*What to produce*.
Copy, exactly and without additions, every line in the records below from the one holding "caught_up = [0.03" through the one holding "assert caught_up == pytest.approx([1.02, 2.04])", both ends included.

*Supplied records*.
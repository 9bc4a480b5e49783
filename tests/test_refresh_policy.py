"""The refresh policy without a browser: gesture, pause and release sequences give the expected levels of detail.

The rules under test are the project's own (app/refresh_policy.py: a gesture step is quick,
the tables catch up on a pause or at least every second, a release is complete); the
times are driven by a fake clock, so nothing here waits. The design state is checked to
evaluate at the level the policy gives, against numpy's eigenvalues of A − BK and the
Routh–Hurwitz interval of reference case 5 (shared/reference-cases.md).
"""

from __future__ import annotations

from pathlib import Path

import pytest
from hypothesis import given, settings
from hypothesis import strategies as st

from gainboard import core
from gainboard.app.refresh_policy import PLOT_VIEWS, Detail, RefreshPolicy, detail_options
from gainboard.app.state import DesignState
from pole_references import REFERENCE_GAIN, matched_distance
from pole_references import numpy_closed_loop_poles as eig_closed_loop

DATA = Path(__file__).resolve().parent / "data"


class FakeClock:
    def __init__(self):
        self.now = 100.0

    def __call__(self) -> float:
        return self.now

    def advance(self, seconds: float) -> None:
        self.now += seconds


@pytest.fixture
def clock():
    return FakeClock()


@pytest.fixture
def policy(clock):
    return RefreshPolicy(pause_after=0.15, texts_at_least_every=1.0, clock=clock)


def test_a_fast_drag_is_quick_after_its_first_step_and_complete_on_release(policy, clock):
    details = []
    for _ in range(10):
        details.append(policy.step())
        clock.advance(0.03)
    # The first step finds the tables never brought up to date, the others ride on it.
    assert details == [Detail.PAUSE] + [Detail.STEP] * 9
    assert policy.behind
    assert policy.release() is Detail.COMPLETE
    assert not policy.behind and policy.pause_check_in() is None


def test_a_pause_brings_the_tables_up_once(policy, clock):
    policy.release()
    clock.advance(2.0)
    assert policy.step() is Detail.PAUSE  # a second since the tables were last brought up
    clock.advance(0.03)
    assert policy.step() is Detail.STEP
    assert policy.pause_check_in() == pytest.approx(0.15)
    clock.advance(0.1)
    assert not policy.paused()  # 0.1 s: still moving
    assert policy.pause_check_in() == pytest.approx(0.05)
    clock.advance(0.06)
    assert policy.paused()
    assert not policy.paused()  # once per pause
    assert not policy.behind


def test_a_long_drag_brings_the_tables_up_at_least_every_second(policy, clock):
    policy.release()
    details = []
    for _ in range(100):  # 3 s of steps 30 ms apart: never a pause
        clock.advance(0.03)
        details.append(policy.step())
    caught_up = [0.03 * (i + 1) for i, detail in enumerate(details) if detail is Detail.PAUSE]
    # at 1.02 s and 2.04 s: the first step at least a second after the last catch-up (at 0 s)
    assert caught_up == pytest.approx([1.02, 2.04])


def test_every_change_outside_a_gesture_is_complete(policy):
    assert all(policy.release() is Detail.COMPLETE for _ in range(3))


@settings(max_examples=40, deadline=None)
@given(st.lists(st.tuples(st.sampled_from(["step", "release", "timer"]), st.floats(0.0, 2.0)), max_size=40))
def test_the_levels_only_ever_follow_the_rules(events):
    clock = FakeClock()
    policy = RefreshPolicy(pause_after=0.15, texts_at_least_every=1.0, clock=clock)
    last_step = texts_at = -float("inf")
    behind = False
    for kind, wait in events:
        clock.advance(wait)
        now = clock.now
        if kind == "step":
            detail = policy.step()
            expected = Detail.PAUSE if now - texts_at >= 1.0 else Detail.STEP
            assert detail is expected
            last_step = now
            behind = detail is Detail.STEP
            if detail is Detail.PAUSE:
                texts_at = now
        elif kind == "release":
            assert policy.release() is Detail.COMPLETE
            texts_at, behind = now, False
        else:
            fired = policy.paused()
            assert fired == (behind and now - last_step >= 0.15)
            if fired:
                texts_at, behind = now, False
        assert policy.behind == behind


def test_each_level_computes_a_superset_of_the_one_below_and_steps_redraw_the_plots_only():
    step, pause, complete = (detail_options(detail) for detail in Detail)
    assert not step.include_all_entry_intervals and not step.include_margins and step.plots_only
    assert pause.include_all_entry_intervals and not pause.include_margins and not pause.plots_only
    assert complete.include_all_entry_intervals and complete.include_margins and not complete.gesture
    assert PLOT_VIEWS == {"pole_map", "response_plots", "estimator_responses", "slider_values"}


# -- the design state evaluates at the level the policy gives ----------------------------------------


@pytest.fixture
def reference_plant():
    return core.load_plant_file(DATA / "third_order_reference.toml")


def test_the_state_follows_the_policy_through_a_drag_a_pause_and_the_release(reference_plant, clock, policy):
    state = DesignState(reference_plant, gain=REFERENCE_GAIN, refresh=policy)
    seen = []
    state.param.watch(lambda event: seen.append(state.detail), "evaluation")
    policy.release()  # the page has just shown the complete design
    for value in (200.0, 201.0, 202.0):
        clock.advance(0.03)
        assert state.set_entry(0, 0, value, live=True)
    assert seen == [Detail.STEP] * 3
    assert state.evaluation.margins is None and state.evaluation.entry_intervals == {}
    # numpy eig of A − BK is the outside reference for the quick step's poles
    assert matched_distance(state.evaluation.closed_loop.poles, eig_closed_loop(reference_plant, state.gain)) < 1e-9
    clock.advance(0.2)
    assert state.catch_up()
    assert seen[-1] is Detail.PAUSE and set(state.evaluation.entry_intervals) == {(0, 0), (0, 1), (0, 2)}
    # Reference case 5 (Routh–Hurwitz on s³ + 6s² + (5 + k12)s + (1 + k11)): −1 < k11 < 839 with k12, k13 fixed.
    low, high = state.evaluation.entry_intervals[(0, 0)].intervals[0]
    assert low == pytest.approx(-1.0, abs=1e-7) and high == pytest.approx(839.0, rel=1e-9)
    state.end_gesture()
    assert seen[-1] is Detail.COMPLETE and state.evaluation.margins is not None
    assert state.undo_depth == 1  # the whole gesture is one undo step


def test_a_state_without_a_page_never_leaves_the_intervals_out(reference_plant):
    state = DesignState(reference_plant, gain=REFERENCE_GAIN)
    state.set_entry(0, 0, 210.0, live=True)
    assert state.detail is Detail.PAUSE and len(state.evaluation.entry_intervals) == 3
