"""Requests refused before any handler runs, and the security headers on every answer, over real HTTP on loopback.

Outside references for the protocol facts checked:
- ``Host`` identifies the server name the client asked for (RFC 9110 §7.2); answering only one's own
  names is the standard defence against DNS rebinding (common practice, no single source);
- ``Sec-Fetch-Site`` / ``-Mode`` / ``-Dest`` are the browser's fetch metadata (W3C Fetch Metadata
  Request Headers, §2): an ``<img>`` from a foreign page sends ``cross-site``, ``no-cors``, ``image``;
- framing protection: ``X-Frame-Options`` (RFC 7034) and CSP ``frame-ancestors`` (W3C CSP Level 3);
- gzip content coding: RFC 9110 §8.4.1.3.
"""

from __future__ import annotations

import gzip
import http.client
import logging
import sys
from pathlib import Path
from urllib.parse import urlsplit

import pytest
from tornado.httputil import HTTPHeaders

from gainboard.app.request_guard import CONTENT_SECURITY_POLICY, redacted_uri, refusal_reason
from gainboard.app.snapshot import snapshot_url

sys.path.insert(0, str(Path(__file__).resolve().parent / "browser"))
from workbench_server import RunningServer  # noqa: E402

ALLOWED = {"127.0.0.1:5006", "localhost:5006"}


def test_a_foreign_host_name_is_refused_and_our_own_names_pass():
    assert refusal_reason("GET", HTTPHeaders({"Host": "127.0.0.1:5006"}), ALLOWED) == ""
    assert refusal_reason("GET", HTTPHeaders({"Host": "LOCALHOST:5006"}), ALLOWED) == ""  # host names ignore case
    assert "rebound.example" in refusal_reason("GET", HTTPHeaders({"Host": "rebound.example:5006"}), ALLOWED)
    assert refusal_reason("GET", HTTPHeaders({"Host": "127.0.0.1:5007"}), ALLOWED)  # another port is another name
    assert refusal_reason("GET", HTTPHeaders({}), ALLOWED)  # HTTP/1.1 requires Host (RFC 9110 §7.2)


def test_cross_site_subresources_and_posts_are_refused_but_a_clicked_link_opens():
    own = {"Host": "127.0.0.1:5006"}
    image = {**own, "Sec-Fetch-Site": "cross-site", "Sec-Fetch-Mode": "no-cors", "Sec-Fetch-Dest": "image"}
    clicked = {**own, "Sec-Fetch-Site": "cross-site", "Sec-Fetch-Mode": "navigate", "Sec-Fetch-Dest": "document"}
    framed = {**clicked, "Sec-Fetch-Dest": "iframe"}
    assert refusal_reason("GET", HTTPHeaders(image), ALLOWED) == "requests from other sites are refused"
    assert refusal_reason("POST", HTTPHeaders(clicked), ALLOWED)  # a sign-in posted from a foreign page
    assert refusal_reason("GET", HTTPHeaders(framed), ALLOWED)
    assert refusal_reason("GET", HTTPHeaders(clicked), ALLOWED) == ""
    for site in ("same-origin", "same-site", "none"):
        assert refusal_reason("POST", HTTPHeaders({**own, "Sec-Fetch-Site": site}), ALLOWED) == ""


def test_secret_and_private_query_values_never_reach_the_log_line():
    assert redacted_uri("/login?token=s3cret&next=%2F%3Froom%3Dlab") == "/login?token=REDACTED&next=%2F%3Froom%3Dlab"
    assert "g1.eNq" not in redacted_uri("/?design=g1.eNqAAAA&room=lab")
    assert redacted_uri("/static/x.js") == "/static/x.js"


@pytest.fixture(scope="module")
def server():
    running = RunningServer("cart_pendulum")
    yield running
    running.stop()


def get(server, path, headers=None, host=None):
    netloc = urlsplit(server.url).netloc
    connection = http.client.HTTPConnection(netloc, timeout=60)
    try:
        connection.putrequest("GET", path, skip_host=True, skip_accept_encoding=True)
        connection.putheader("Host", host or netloc)
        for name, value in (headers or {}).items():
            connection.putheader(name, value)
        connection.endheaders()
        response = connection.getresponse()
        return response.status, response.headers, response.read()
    finally:
        connection.close()


def test_every_answer_carries_framing_protection_and_the_content_security_policy(server):
    for path in ("/", "/static/extensions/panel/panel.min.js", "/no-such-page"):
        status, headers, _ = get(server, path)
        assert headers["X-Frame-Options"] == "DENY", path
        assert headers["Content-Security-Policy"] == CONTENT_SECURITY_POLICY, path
        assert "frame-ancestors 'none'" in headers["Content-Security-Policy"]
        assert headers["X-Content-Type-Options"] == "nosniff" and headers["Referrer-Policy"] == "no-referrer"


def test_a_rebound_host_name_and_a_foreign_image_of_a_snapshot_link_are_refused_before_evaluation(server):
    from gainboard import core
    from gainboard.app.design_file import Design

    link = snapshot_url(server.url, Design(plant=core.Plant(A=[[-1.0]], B=[[1.0]]), gain=[[2.0]]))
    path = link[len(server.url) - 1:]
    status, headers, body = get(server, path, host=f"rebound.example:{urlsplit(server.url).port}")
    assert status == 403 and b"not reached under the name rebound.example" in body
    assert headers["X-Frame-Options"] == "DENY"  # refusals carry the headers too
    status, _, body = get(server, path, {"Sec-Fetch-Site": "cross-site", "Sec-Fetch-Mode": "no-cors",
                                         "Sec-Fetch-Dest": "image"})
    assert status == 403 and b"other sites" in body
    status, _, _ = get(server, path)
    assert status == 200


def test_pages_are_compressed_for_browsers_that_accept_gzip(server):
    status, headers, body = get(server, "/static/extensions/panel/panel.min.js", {"Accept-Encoding": "gzip"})
    assert status == 200 and headers.get("Content-Encoding") == "gzip"
    plain_status, _, plain = get(server, "/static/extensions/panel/panel.min.js")
    assert gzip.decompress(body) == plain and len(body) < len(plain) / 2


def test_a_wrong_token_is_written_to_the_access_log_redacted():
    password = Path(__file__).resolve().parent / "data" / "third_order_reference.toml"  # any plant
    running = RunningServer(str(password), options=["--require-login", "--token"])
    try:
        status, _, _ = get(running, "/login?token=guessed-secret-value")
        assert status == 403
        running_log = running.log()
        assert "guessed-secret-value" not in running_log
        assert "token=REDACTED" in running_log  # the line is there, without the value
        assert running.sign_in_url.split("token=")[1] not in running_log
    finally:
        running.stop()


def test_tornado_still_asks_the_application_for_each_handler():
    """guard_application wraps Application.find_handler; this fails if Tornado stops calling it."""
    import inspect

    from tornado import routing

    assert "self.router.find_handler(" in inspect.getsource(routing._RoutingDelegate.headers_received)
    assert logging.getLogger("tornado.access")  # the logger our log function writes to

*Final answer*.
    caught_up = [0.03 * (i + 1) for i, detail in enumerate(details) if detail is Detail.PAUSE]
    # at 1.02 s and 2.04 s: the first step at least a second after the last catch-up (at 0 s)
    assert caught_up == pytest.approx([1.02, 2.04])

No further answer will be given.